Para abordar si DV aumenta la angiogénesis cerebral en parte al aumentar la expresión de α5β1 por células endoteliales de cerebro, un tratamiento de monocapas de células endoteliales confluentes de cerebro con DV a lo largo de 8 horas mantuvo los niveles totales de proteína α5β1 que, por otro lado, disminuían significativamente en condiciones testigo exentas de suero (Figura 13F). Además, el tratamiento con DV de células endoteliales de cerebro cultivadas sobre plástico redistribuía significativamente la integrina α5β1 a la superficie/lamelipodios (Figura 13G) pero no ejercía efecto alguno sobre la expresión superficial de α5β1 en astrocitos ni en neuronas corticales primarias. Finalmente, para determinar si DV podía también afectar a los niveles de integrina α5β1 in vivo, se llevó a cabo un análisis por transferencia Western de un lisado cerebral de los hemisferios con accidente cerebrovascular y contralateral de animales el día 3 después del accidente cerebrovascular ± tratamiento con DV (Figura 13H) y se observó significativamente más integrina α5β1 en el tejido cerebral con accidente cerebrovascular de los animales tratados con DV (p = 0,00004, cuantificación no mostrada). Colectivamente, estos resultados sugieren que DV se une a, afecta a la expresión de, y ejerce su efecto proangiogénico a través de, la integrina α5β1.

La integrina α2β1 invierte la actividad de proliferación celular de DV

La adición de integrina α2β1 a células endoteliales C57 de cerebro de ratón invierte la actividad proliferativa celular del Dominio V. Puesto que DV es antiangiogénico en la mayoría de las células endoteliales que expresan tanto integrina α2β1 (receptor antiangiogénico) como integrina α5β1 (receptor proangiogénico), se contempló que DV es antiangiogénico en estas células a causa de su afinidad aumentada por la integrina α2β1 (Kd de aproximadamente 30 nM) con respecto a la integrina α5β1 (Kd de 160 nM). Se transfectaron con integrina α2β1 células endoteliales microvasculares de cerebro de ratón que no expresan normalmente este receptor.
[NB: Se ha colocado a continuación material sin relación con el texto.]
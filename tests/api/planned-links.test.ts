import request from 'supertest';
import { describe, expect, it } from 'vitest';
import { Radio } from '../../server/models';
import { call, useApi } from '../helpers/api';
import { buildNode, buildRadio } from '../helpers/factories';
import { planningCast } from '../helpers/planningActors';

const newRadio = (nodeId: number) => ({ nodeId, band: '5', channel: 149, channelWidthMHz: 20, txPowerDbm: 20, antennaGainDbi: 23, cableLossDb: 1 });

describe('planned links API', () => {
  const ctx = useApi();

  it('answers 401 signed out and 403 to hosts', async () => {
    const { host, node, otherNode } = await planningCast(ctx);
    const body = { a: newRadio(node.id), b: newRadio(otherNode.id) };
    expect((await request(ctx.app).post('/api/v1/planning/planned-links').send(body)).status).toBe(401);
    expect((await call(host, 'post', '/api/v1/planning/planned-links', body)).status).toBe(403);
  });

  it('refuses bad ends (400), another neighbourhood’s node (404) and the same node twice (400)', async () => {
    const { op, node, otherNode } = await planningCast(ctx);
    const missing = await call(op, 'post', '/api/v1/planning/planned-links', { a: newRadio(node.id) });
    expect(missing.status).toBe(400);
    expect(missing.body.error.details[0].path).toBe('b');
    const band = await call(op, 'post', '/api/v1/planning/planned-links', { a: newRadio(node.id), b: { ...newRadio(node.id), band: '2.4', channel: 149 } });
    expect(band.status).toBe(400);
    expect((await call(op, 'post', '/api/v1/planning/planned-links', { a: newRadio(node.id), b: newRadio(otherNode.id) })).status).toBe(404);
    const same = await call(op, 'post', '/api/v1/planning/planned-links', { a: newRadio(node.id), b: newRadio(node.id) });
    expect(same.status).toBe(400);
    expect(same.body.error.message).toBe('Both ends are on the same node; a link joins two different nodes.');
    expect(await Radio.count({ where: { nodeId: node.id } })).toBe(0); // nothing half-made
  });

  it('creates the missing radios and a planned link in one go, records them, and shows the link on the topology', async () => {
    const { op, hood, node } = await planningCast(ctx);
    const far = await buildNode({ neighbourhoodId: hood.id });
    const existing = await buildRadio({ nodeId: far.id, iface: 'wlan0' });
    const res = await call(op, 'post', '/api/v1/planning/planned-links', { a: newRadio(node.id), b: { radioId: existing.id } });
    expect(res.status).toBe(201);
    expect(res.body.data).toMatchObject({ status: 'planned', nodeAId: node.id, nodeBId: far.id, radioBId: existing.id });
    const made = await Radio.findByPk(res.body.data.radioAId);
    expect(made).toMatchObject({ nodeId: node.id, iface: 'wlan0', channel: 149, role: 'backhaul-ap' });
    // A second plan on the same node gets the next free interface.
    const again = await call(op, 'post', '/api/v1/planning/planned-links', { a: newRadio(node.id), b: newRadio(far.id) });
    expect(again.status).toBe(201);
    expect((await Radio.findByPk(again.body.data.radioAId))!.iface).toBe('wlan1');
    expect((await Radio.findByPk(again.body.data.radioBId))!.iface).toBe('wlan1');
    const topo = await call(op, 'get', '/api/v1/topology');
    const edge = topo.body.data.links.find((l: { id: number }) => l.id === res.body.data.id);
    expect(edge).toMatchObject({ status: 'planned', nodeAId: node.id, nodeBId: far.id });
    const [rows] = await ctx.sequelize.query(`SELECT table_name FROM change_history WHERE changed_by = $1 ORDER BY id`, { bind: [op.userId] });
    expect((rows as { table_name: string }[]).map((r) => r.table_name)).toEqual(['radios', 'links', 'radios', 'radios', 'links']);
    const dup = await call(op, 'post', '/api/v1/planning/planned-links', { a: { radioId: res.body.data.radioAId }, b: { radioId: existing.id } });
    expect(dup.status).toBe(409);
  });
});
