// The map and the overview share one computed air view for AIR_VIEW_CACHE_MS of the clock: a new report shows when
// it expires, an inventory edit through this process in the very next answer.
import request from 'supertest';
import { describe, expect, it } from 'vitest';
import { buildUser, call, signIn, type TestContext, unique, useApi } from '../helpers/api';
import { manualClock } from '../helpers/clock';
import { buildNeighbourhood, buildNode, buildRadio } from '../helpers/factories';

const LIFETIME_S = 60;
// Starts at the real time, so links created by the factories are not "older" than the reports.
const clock = manualClock(new Date().toISOString());

let macSerial = 0;
/** Two nodes of one operator's neighbourhood, each with a backhaul radio on wlan0 whose MAC is already known. */
async function pairScene(ctx: TestContext) {
  const hex = (++macSerial).toString(16).padStart(2, '0');
  const macs = [`02:00:5f:${hex}:00:0a`, `02:00:5f:${hex}:00:0b`];
  const operator = await buildUser({ role: 'operator' });
  const hood = await buildNeighbourhood({ operators: [operator] });
  const nodes = [
    await buildNode({ neighbourhoodId: hood.id, name: unique('Weir roof') }),
    await buildNode({ neighbourhoodId: hood.id, name: unique('Mill roof') }),
  ];
  const radios = [await buildRadio({ nodeId: nodes[0].id }), await buildRadio({ nodeId: nodes[1].id })];
  const admin = await signIn(ctx, await buildUser({ role: 'admin' }));
  const tokens: string[] = [];
  for (const node of nodes) tokens.push((await call(admin, 'post', `/api/v1/nodes/${node.id}/ingest-token`)).body.token);
  const seqs = [0, 0];
  const report = async (i: 0 | 1, radio: object) => {
    const res = await request(ctx.app)
      .post('/api/v1/heartbeats')
      .set('Authorization', `Bearer ${tokens[i]}`)
      .send({ seq: ++seqs[i], sentAt: clock.now().toISOString(), radios: [{ iface: 'wlan0', mac: macs[i], ...radio }] });
    expect(res.status).toBe(202);
  };
  await report(0, {});
  await report(1, {});
  const agent = await signIn(ctx, operator);
  const topology = async () => {
    const res = await call(agent, 'get', '/api/v1/topology');
    expect(res.status).toBe(200);
    return res.body.data as { links: { id: number; observed: boolean }[]; discoveredLinks: { radioAId: number; radioBId: number }[] };
  };
  return { macs, radios, report, agent, topology };
}

describe('the air view the map and the overview share', () => {
  const ctx = useApi({ now: clock.now, airViewCacheMs: LIFETIME_S * 1000 });

  it('answers from one computed view for its lifetime; a new sighting shows once it expires, on the map and the overview', async () => {
    const s = await pairScene(ctx);
    expect((await s.topology()).discoveredLinks).toEqual([]);
    // The MACs are known already, so this report changes no inventory: the shared view stands until it expires.
    await s.report(1, { peerMac: s.macs[0], signalDbm: -63 });
    expect((await s.topology()).discoveredLinks).toEqual([]);
    expect((await call(s.agent, 'get', '/api/v1/overview')).body.data.discoveredLinkCount).toBe(0);

    clock.advance(LIFETIME_S);
    expect((await s.topology()).discoveredLinks).toEqual([expect.objectContaining({ radioAId: s.radios[0].id, radioBId: s.radios[1].id, signalDbm: -63 })]);
    expect((await call(s.agent, 'get', '/api/v1/overview')).body.data.discoveredLinkCount).toBe(1);
  });

  it('shows a link added, a radio edited and a link removed through the API in the very next answer', async () => {
    const s = await pairScene(ctx);
    await s.report(1, { peerMac: s.macs[0], signalDbm: -63 });
    clock.advance(LIFETIME_S);
    expect((await s.topology()).discoveredLinks).toHaveLength(1);

    const added = await call(s.agent, 'post', '/api/v1/links', { radioAId: s.radios[0].id, radioBId: s.radios[1].id, status: 'live' });
    expect(added.status).toBe(201);
    const withLink = await s.topology();
    expect(withLink.discoveredLinks).toEqual([]);
    expect(withLink.links).toEqual([expect.objectContaining({ id: added.body.data.id, observed: true })]);

    // The reporting radio now sits on another interface: the reports on wlan0 no longer name this link's end.
    expect((await call(s.agent, 'patch', `/api/v1/radios/${s.radios[1].id}`, { iface: 'wlan1' })).status).toBe(200);
    expect((await s.topology()).links).toEqual([expect.objectContaining({ id: added.body.data.id, observed: false })]);

    expect((await call(s.agent, 'delete', `/api/v1/links/${added.body.data.id}`)).status).toBe(204);
    expect((await s.topology()).links).toEqual([]);
  });
});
Esto fue llevado a cabo por transfección con un vector plasmídico (pEGFP-N2, Clontech) que contiene una secuencia que codifica la subunidad integrínica α2 con una proteína de fusión RFP C-terminal (Texas A&M University Biomedical Engineering); se empleó un vector vacío como testigo. Se dejó que las células se recuperaran durante 24 horas en un medio que no contenía antibióticos. La eficacia de la transfección se apreció después de 24 horas usando un microscopio de fluorescencia invertido. Se evaluó la proliferación celular después de 48 horas en medios exentos de suero con disolución de MTS (Promega, Madison, Wisconsin, EE.UU.) siguiendo las instrucciones del fabricante. El DV aumenta la proliferación de células endoteliales de cerebro de ratón en comparación con los medios celulares testigo, lo que puede ser bloqueado mediante la adición de un anticuerpo neutralizante de VEGF o un anticuerpo bloqueante de la función de la integrina α5β1 (Figura 14A). La adición de integrina α2β1 a las células más bien suprime que aumenta el crecimiento de las células, lo que demuestra que la adición de integrina α2β1 a células endoteliales de cerebro de ratón convierte a DV de proliferativo en antiproliferativo. Las barras son los valores medios ± la desviación estándar (Figura 14B). **p < 0,01. ##p < 0,01.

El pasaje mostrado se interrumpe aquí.